■ ACTION ITEM
Repeat the entries exactly, keeping every line as it is.

Extracted data entries:

== Segment start ==

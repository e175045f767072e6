package clipramp.circuit;

/**
 * @param coldestCelsius lowest ambient temperature that the design must work at, °C
 * @param hottestCelsius highest ambient temperature that the design must work at, °C
 */
public record Surroundings(double coldestCelsius, double hottestCelsius) {
    public Surroundings {
        Require.finite("coldest", coldestCelsius);
        Require.finite("hottest", hottestCelsius);
        if (coldestCelsius > hottestCelsius) {
            throw new IllegalArgumentException(
                    "coldest (" + coldestCelsius + " °C) lies above hottest (" + hottestCelsius + " °C)");
        }
    }
}
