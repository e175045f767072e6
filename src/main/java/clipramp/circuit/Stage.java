package clipramp.circuit;

/** How thyristors, bridge and load are put together. */
public enum Stage {
    HALF_WAVE("half-wave", false, 0),
    BRIDGE_DC("bridge-dc", true, 2),
    BRIDGE_AC("bridge-ac", true, 2),
    INVERSE_PARALLEL("inverse-parallel", true, 0),
    TRIAC("triac", true, 0);

    private final String word;
    private final boolean fullWave;
    private final int bridgeDiodes;

    Stage(String word, boolean fullWave, int bridgeDiodes) {
        this.word = word;
        this.fullWave = fullWave;
        this.bridgeDiodes = bridgeDiodes;
    }

    /** The word that stands in a design file. */
    public String word() {
        return word;
    }

    /** Whether both half cycles reach the load. */
    public boolean isFullWave() {
        return fullWave;
    }

    /** Number of bridge diodes that the load's current passes. */
    public int bridgeDiodes() {
        return bridgeDiodes;
    }
}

== Segment end ==

■ RESPONSE BELOW
repository e175045f767072e6
package clipramp.circuit;

/**
 * @param coldestCelsius lowest ambient temperature that the design must work at, °C
 * @param hottestCelsius highest ambient temperature that the design must work at, °C
 */
public record Surroundings(double coldestCelsius, double hottestCelsius) {
    public Surroundings {
        Require.finite("coldest", coldestCelsius);
        Require.finite("hottest", hottestCelsius);
        if (coldestCelsius > hottestCelsius) {
            throw new IllegalArgumentException(
                    "coldest (" + coldestCelsius + " °C) lies above hottest (" + hottestCelsius + " °C)");
        }
    }
}
repository e175045f767072e6
filename src/main/java/clipramp/circuit/Stage.java
package clipramp.circuit;

/** How thyristors, bridge and load are put together. */
public enum Stage {
    HALF_WAVE("half-wave", false, 0),
    BRIDGE_DC("bridge-dc", true, 2),
    BRIDGE_AC("bridge-ac", true, 2),
    INVERSE_PARALLEL("inverse-parallel", true, 0),
    TRIAC("triac", true, 0);

    private final String word;
    private final boolean fullWave;
    private final int bridgeDiodes;

    Stage(String word, boolean fullWave, int bridgeDiodes) {
        this.word = word;
        this.fullWave = fullWave;
        this.bridgeDiodes = bridgeDiodes;
    }

    /** The word that stands in a design file. */
    public String word() {
        return word;
    }

    /** Whether both half cycles reach the load. */
    public boolean isFullWave() {
        return fullWave;
    }

    /** Number of bridge diodes that the load's current passes. */
    public int bridgeDiodes() {
        return bridgeDiodes;
    }
}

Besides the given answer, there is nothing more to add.